Open rmcolq opened 5 years ago
Hi Rachel, thanks for the report! I completely agree that this needs to be fixed.
For anyone coming across this, I found a workaround.
I was working with a small toy reference 300bp long. If run with default parameters it hangs forever due to the length of one of the simulated reads being longer than my actual reference. So if you set --max-len
to be the length of your reference then it works fine.
@karel-brinda I wonder if max_readlength should be set by default to the length of the reference rather than infinity? https://github.com/karel-brinda/NanoSim-H/blob/1e2d374585903ceea50de0ea1be05da1ef869514/nanosimh/simulate.py#L785
It doesn't make sense to be able to generate reads longer than the reference?
Actually, I have been digging into this a little more and found something interesting. If I indeed set --max-len
to the length of the reference (300) it gets part of the way through and then hangs. If I take that down to about 290 it runs fine.
But if I also set --min-len
to the same as --max-len
then it just hangs.
However, if I make --min-len
1 less than --max-len
it has an ETA of 2 hours for 1000 reads - this seems to be expected though as mentioned in the nanosim README
If you want the fasta file I am working with I'll attach it below (it says it's a .txt file but it is actually fasta).
Pretty sure there's a bug in extract_read
. In the use-case where your reference sequence is a single short non-circular chromosome (perhaps because the "chromosome" is really a PCR amplicon you want to simulate reads of), it is highly likely that get_length
will return some values greater than your sequence length. When extract_read
gets called with such a length
value, length
gets set to max(seq_len.values())
which in turn equals genome_len
. Then we repeatedly try to generate a read start position with this line:
ref_pos = random.randint(0, genome_len)
Then we hit this if
/elif
/else
block:
if ref_pos + length < seq_len[key]:
new_read = seq_dict[key][ref_pos:ref_pos + length]
read_info = (key, ref_pos)
break
elif ref_pos < seq_len[key]:
break
else:
ref_pos -= seq_len[key]
But even in the best case where ref_pos
is 0, ref_pos + length < seq_len[key]
is guaranteed to be false in the single-short-chromosome scenario because length equals seq_len[key]. So new_read
never gets set and we stay in the while True:
loop generating new random start positions forever.
I'll have a fiddle around and see if there's an easy fix.
https://github.com/karel-brinda/NanoSim-H/pull/16 fixes the hang. However, when running against a short reference with that fix applied, I now see this crash instead:
Traceback (most recent call last):
File "/Library/Frameworks/Python.framework/Versions/3.6/bin/nanosim-h", line 11, in <module>
load_entry_point('NanoSim-H', 'console_scripts', 'nanosim-h')()

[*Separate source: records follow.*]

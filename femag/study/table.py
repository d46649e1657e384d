"""The table of a study: one row for each case, settings and kept numbers in SI.

It becomes a pandas frame or an xarray dataset where those are installed.
"""

from __future__ import annotations

import importlib
import json
import math
from collections.abc import Sequence
from dataclasses import dataclass, field
from pathlib import Path
from types import ModuleType
from typing import TYPE_CHECKING, Any

from femag.design_file import plain_value, unit_of_key
from femag.errors import InputError, MissingLibraryError
from femag.study.quantities import ENTRIES, QUANTITIES, unit_of_column
from femag.study.store import Row, Store

if TYPE_CHECKING:
    import pandas
    import xarray

EXTRA = "pip install 'gapfield[tables]'"


@dataclass(frozen=True)
class Axis:
    """A factor of the plan, as a dimension of the dataset.

    Parameters
    ----------
    name : str
        Of the dimension.
    keys : tuple of str
        Keys that change along it.
    size : int
        Number of steps.
    """

    name: str
    keys: tuple[str, ...]
    size: int


@dataclass(frozen=True)
class StudyTable:
    """What a store holds, by column.

    Parameters
    ----------
    columns : dict of str to list
        ``case`` (number), ``state`` ("done", "failed" or "open"), ``reason`` (of a failure), then
        one for each varied key, then one for each kept number; None where there is none.
    units : dict of str to str
        SI unit of each column, "C" for temperatures, "" for none.
    axes : tuple of Axis
        The plan's factors; the last changes fastest.
    about : dict of str to str
        What the study is and what solved it.
    """

    columns: dict[str, list[Any]]
    units: dict[str, str]
    axes: tuple[Axis, ...]
    about: dict[str, str] = field(default_factory=dict, repr=False)

    def __len__(self) -> int:
        return len(self.columns["case"])

    @property
    def settings(self) -> tuple[str, ...]:
        """The varied keys."""
        return tuple(key for axis in self.axes for key in axis.keys)

    def where(self, column: str, value: object) -> StudyTable:
        """Return the table of the cases that have a value in a column; they are listed then.

        Raises
        ------
        InputError
            If there is no such column or no such case.
        """
        values = self.columns.get(column, [])
        places = [place for place, found in enumerate(values) if found == value]
        if not places:
            known = sorted({str(found) for found in values}) if values else self.columns
            raise InputError("no such case", key=column, value=value, accepted=", ".join(known))
        columns = {name: [all_[place] for place in places] for name, all_ in self.columns.items()}
        return StudyTable(
            columns, self.units, (Axis("case", self.settings, len(places)),), self.about
        )

    def frame(self) -> pandas.DataFrame:
        """Return a pandas frame; ``frame.attrs["units"]`` holds the units.

        Raises
        ------
        MissingLibraryError
            If pandas is not installed.
        """
        frame: pandas.DataFrame = optional("pandas").DataFrame(self.columns)
        frame.attrs["units"] = dict(self.units)
        return frame

    def dataset(self) -> xarray.Dataset:
        """Return an xarray dataset with a dimension for each factor, and units as attributes.

        Kept numbers that a case does not have are NaN.

        Raises
        ------
        MissingLibraryError
            If xarray is not installed.
        """
        xarray_ = optional("xarray")
        names = tuple(axis.name for axis in self.axes)
        shape = tuple(axis.size for axis in self.axes)
        coordinates = self._coordinates()
        variables: dict[str, Any] = {}
        grouped: dict[str, list[str]] = {}
        for column in self.columns:
            if column not in self.settings:
                grouped.setdefault(_variable(column), []).append(column)
        for variable, columns in grouped.items():
            units = self._units(columns[0])
            texts = variable in ("state", "reason")
            arrays = [_array(self.columns[column], texts).reshape(shape) for column in columns]
            quantity = variable.split(".")[0]
            if quantity not in ENTRIES:
                variables[variable] = (names, arrays[0], units)
                continue
            entry = ENTRIES[quantity]
            labels = [column.removeprefix(f"{variable}.") for column in columns]
            coordinates[entry] = ((entry,), labels, {})
            variables[variable] = ((*names, entry), _stacked(arrays), units)
        attributes = {name: self.about.get(name, "") for name in ("title", "versions")}
        dataset: xarray.Dataset = xarray_.Dataset(variables, coordinates, attributes)
        return dataset

    def _units(self, column: str) -> dict[str, str]:
        unit = self.units[column]
        return {"units": unit} if unit else {}

    def _coordinates(self) -> dict[str, Any]:
        """Return the settings along the dimension of each factor."""
        coordinates: dict[str, Any] = {}
        stride = len(self)
        for axis in self.axes:
            stride //= axis.size
            for key in axis.keys:
                steps = self.columns[key][: stride * axis.size : stride]
                coordinates[key] = ((axis.name,), _array(steps), self._units(key))
        return coordinates


def _variable(column: str) -> str:
    """Return the dataset's variable that a column belongs to: its name without the entry."""
    quantity, *parts = column.split(".", 2)
    return ".".join((quantity, *parts[:1])) if quantity in ENTRIES else column


def _array(values: Sequence[Any], texts: bool = False) -> Any:
    """Return values as an array: numbers with NaN for none, texts, or booleans as 0 and 1."""
    import numpy as np

    if texts or any(isinstance(value, str) for value in values):
        return np.array(["" if value is None else str(value) for value in values], dtype=str)
    if all(isinstance(value, int) and not isinstance(value, bool) for value in values):
        return np.array(values, dtype=np.int64)
    return np.array([math.nan if value is None else float(value) for value in values])


def _stacked(arrays: Sequence[Any]) -> Any:
    import numpy as np

    return np.stack(arrays, axis=-1)


def table_of(store: Store) -> StudyTable:
    """Return the table of a store as it is now.

    Raises
    ------
    InputError
        If the store cannot be read.
    """
    about = store.about()
    axes = tuple(Axis(name, tuple(keys), size) for name, keys, size in json.loads(about["axes"]))
    rows = store.rows()
    settings = [key for axis in axes for key in axis.keys]
    known: dict[tuple[str, str], Any] = {}
    columns: dict[str, list[Any]] = {
        "case": [row.number for row in rows],
        "state": ["open" if row.state == "taken" else row.state for row in rows],
        "reason": [row.reason for row in rows],
    }
    for key in settings:
        columns[key] = [_plain(key, row.settings[key], known) for row in rows]
    units = dict.fromkeys(columns, "") | {key: unit_of_key(key) for key in settings}
    values = [row.values or {} for row in rows]
    for column in _kept_columns(rows):
        columns[column] = [kept.get(column) for kept in values]
        units[column] = unit_of_column(column)
    return StudyTable(columns, units, axes, about)


def _kept_columns(rows: Sequence[Row]) -> list[str]:
    """Return the names of all kept columns, by quantity and part in the order of `QUANTITIES`."""
    found: dict[str, None] = {}
    for row in rows:
        found.update(dict.fromkeys(row.values or ()))
    order = {name: place for place, name in enumerate(QUANTITIES)}
    parts = {name: {part: n for n, part in enumerate(found)} for name, found in QUANTITIES.items()}

    def place(column: str) -> tuple[int, int]:
        name, part, *_ = (*column.split(".", 2), "")
        return order.get(name, len(order)), parts.get(name, {}).get(part, 0)

    return sorted(found, key=place)


def _plain(key: str, value: Any, known: dict[tuple[str, str], Any]) -> Any:
    """Return a setting as a number in SI, or as text."""
    text = value if isinstance(value, str) else json.dumps(value)
    if (key, text) not in known:
        plain = plain_value(key, value)
        known[key, text] = json.dumps(plain) if isinstance(plain, dict | list) else plain
    return known[key, text]


def read_table(path: str | Path) -> StudyTable:
    """Return the table of the store in a file; it may be in use.

    Raises
    ------
    InputError
        If the store cannot be read.
    """
    with Store(path) as store:
        return table_of(store)


def optional(name: str) -> ModuleType:
    """Return a library of the extra ``tables``.

    Raises
    ------
    MissingLibraryError
        If it is not installed.
    """
    try:
        return importlib.import_module(name)
    except ImportError as error:
        raise MissingLibraryError(f"{name} is not installed: {EXTRA}") from error
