"""Processes that solve cases, one at a time each, and can be ended whatever they are doing.

Each is an executor of its own with a single process, so that a process which dies or is killed
takes its own case with it and no other.
"""

from __future__ import annotations

import gc
import multiprocessing
import os
import signal
import threading
import time
from collections.abc import Callable, Iterator
from concurrent.futures import Executor, Future, ProcessPoolExecutor
from concurrent.futures.process import BrokenProcessPool
from contextlib import contextmanager
from multiprocessing.connection import wait
from multiprocessing.context import SpawnContext, SpawnProcess
from typing import Any, Protocol

from femag.errors import NumericalError

ONE_THREAD = {"OMP_NUM_THREADS": "1", "OPENBLAS_NUM_THREADS": "1", "MKL_NUM_THREADS": "1"}


class Worker(Protocol):
    """What takes one case at a time."""

    def submit(self, work: Callable[..., Any], *arguments: Any) -> Future[Any]:
        """Start work and return its future."""

    def seconds_at_work(self) -> float:
        """Return for how long the last work has been going on."""

    def end(self) -> None:
        """End it now, with whatever it is doing, as far as that can be done."""


class _KnownProcesses(SpawnContext):
    """Spawns processes and knows them, so that they can be killed from their first moment on."""

    def __init__(self) -> None:
        super().__init__()
        self.processes: list[SpawnProcess] = []

    def Process(self, *arguments: Any, **named: Any) -> SpawnProcess:  # type: ignore[override]
        """Return a new process, not yet started."""
        process = SpawnProcess(*arguments, **named)
        self.processes.append(process)
        return process


class WorkerProcess:
    """A process of our own: spawned, with one BLAS thread, deaf to Ctrl-C, gone with its parent."""

    def __init__(self) -> None:
        self._executor: ProcessPoolExecutor | None = None
        self._first: Future[int] | None = None
        self._context = _KnownProcesses()
        self._since = 0.0

    def submit(self, work: Callable[..., Any], *arguments: Any) -> Future[Any]:
        """Start work, in a new process if there is none.

        Raises
        ------
        NumericalError
            If the process did not come up.
        """
        if self._executor is None:
            self._start()
        assert self._executor is not None
        try:
            future = self._executor.submit(_tidily, work, *arguments)
        except BrokenProcessPool as problem:  # it died with nothing to do
            why_it_died(self, problem)
            self.end()
            return self.submit(work, *arguments)
        self._since = time.monotonic()
        return future

    @property
    def came_up(self) -> bool:
        """Whether the process has begun to work."""
        return self._first is not None and self._first.done() and not self._first.exception()

    def seconds_at_work(self) -> float:
        """Return for how long the last work has been going on, start of the process left out."""
        return time.monotonic() - self._since if self.came_up else 0.0

    def end(self) -> None:
        """Kill the process if there is one; the next work gets a new one."""
        executor = self._executor
        self._executor = self._first = None
        if executor is None:
            return
        for process in self._context.processes:
            process.kill()
        executor.shutdown(wait=False, cancel_futures=True)

    def close(self) -> None:
        """Let the process leave."""
        if self._executor is not None:
            self._executor.shutdown(wait=True, cancel_futures=True)

    def _start(self) -> None:
        self._context = _KnownProcesses()
        with _one_thread(), _deaf_to_interrupts():
            self._executor = ProcessPoolExecutor(1, self._context, _prepare)
            self._first = self._executor.submit(os.getpid)
        self._first.add_done_callback(self._ready)

    def _ready(self, _: Future[int]) -> None:
        self._since = time.monotonic()


class Slot:
    """A place for one case in an executor of the caller's."""

    def __init__(self, executor: Executor) -> None:
        self._executor = executor

    def submit(self, work: Callable[..., Any], *arguments: Any) -> Future[Any]:
        """Hand work to the executor."""
        return self._executor.submit(work, *arguments)

    def seconds_at_work(self) -> float:
        """Return 0: when the executor begins is not known."""
        return 0.0

    def end(self) -> None:
        """Do nothing: what the executor has begun is its own."""


def usable_processors() -> int:
    """Return the number of processors that this process may use."""
    if hasattr(os, "sched_getaffinity"):
        return len(os.sched_getaffinity(0))
    return os.cpu_count() or 1


def why_it_died(worker: Worker, problem: BaseException) -> str:
    """Return why there is no answer.

    Raises
    ------
    NumericalError
        If processes do not even start, which no other case would survive.
    """
    if not isinstance(problem, BrokenProcessPool):
        return f"{type(problem).__name__}: {problem}"
    if isinstance(worker, WorkerProcess) and not worker.came_up:
        raise NumericalError(
            "worker processes do not start; a script that runs a study needs "
            "if __name__ == '__main__': around it"
        ) from problem
    return "the worker process died (a crash, or killed for its memory)"


def _prepare() -> None:
    """Set up a worker process: libraries loaded, an eye on the parent."""
    signal.signal(signal.SIGINT, signal.SIG_IGN)
    threading.Thread(target=_leave_with_the_parent, daemon=True).start()
    import femag.result  # noqa: F401

    gc.freeze()  # what is loaded stays: to look through it after each case would take long


def _tidily(work: Callable[..., Any], *arguments: Any) -> Any:
    """Return what work returns, and leave nothing behind.

    Fields hold each other; waiting for Python to notice, memory grows by a third over 500 cases.
    """
    try:
        return work(*arguments)
    finally:
        gc.collect()


def _leave_with_the_parent() -> None:
    parent = multiprocessing.parent_process()
    if parent is not None:
        wait([parent.sentinel])
        os._exit(1)


@contextmanager
def _one_thread() -> Iterator[None]:
    """Give processes that are started inside one BLAS thread, which numpy reads when it loads."""
    before = {name: os.environ.get(name) for name in ONE_THREAD}
    os.environ.update(ONE_THREAD)
    try:
        yield
    finally:
        for name, value in before.items():
            if value is None:
                del os.environ[name]
            else:
                os.environ[name] = value


@contextmanager
def _deaf_to_interrupts() -> Iterator[None]:
    """Start processes inside that ignore Ctrl-C from their first moment on."""
    if threading.current_thread() is not threading.main_thread():
        yield
        return
    before = signal.signal(signal.SIGINT, signal.SIG_IGN)
    try:
        yield
    finally:
        signal.signal(signal.SIGINT, before)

File "/Users/markamery/NanoSim-H/nanosimh/__init__.py", line 19, in nanosimh_simulate
simulate.main()
File "/Users/markamery/NanoSim-H/nanosimh/simulate.py", line 1010, in main
min_l=min_readlength, merge=merge, rnf=rnf, rnf_cigar=rnf_cigar
File "/Users/markamery/NanoSim-H/nanosimh/simulate.py", line 455, in simulation
read_mutated, cigar = mutate_read(new_read, new_read_name, out_error, error_dict, kmer_bias)
File "/Users/markamery/NanoSim-H/nanosimh/simulate.py", line 702, in mutate_read
tmp_bases.remove(read[key + i])
IndexError: string index out of range
I'll keep debugging. :)
I've pushed another commit to #16 to fix the error mentioned above.
I think this is fixed on devel and can be closed?
Not yet released to master or PyPI, though.
It's included in the devel
branch, but not yet in master (sorry for the delay).
You can install the devel version by:
pip install git+https://github.com/karel-brinda/NanoSim-H@devel
I realise this is not the typical use case, but I was trying to simulate reads with the error profile of nanopore and did not care about the length. I ran the example case just fine, but found that when I simulated reads from a short sequence (2000bps) this caused nanosim-h to start and just hang until my server timed out. Adding 15,000 "A"s to the beginning and end of my short sequence enabled it to work. A sanity check on user input would be a good idea.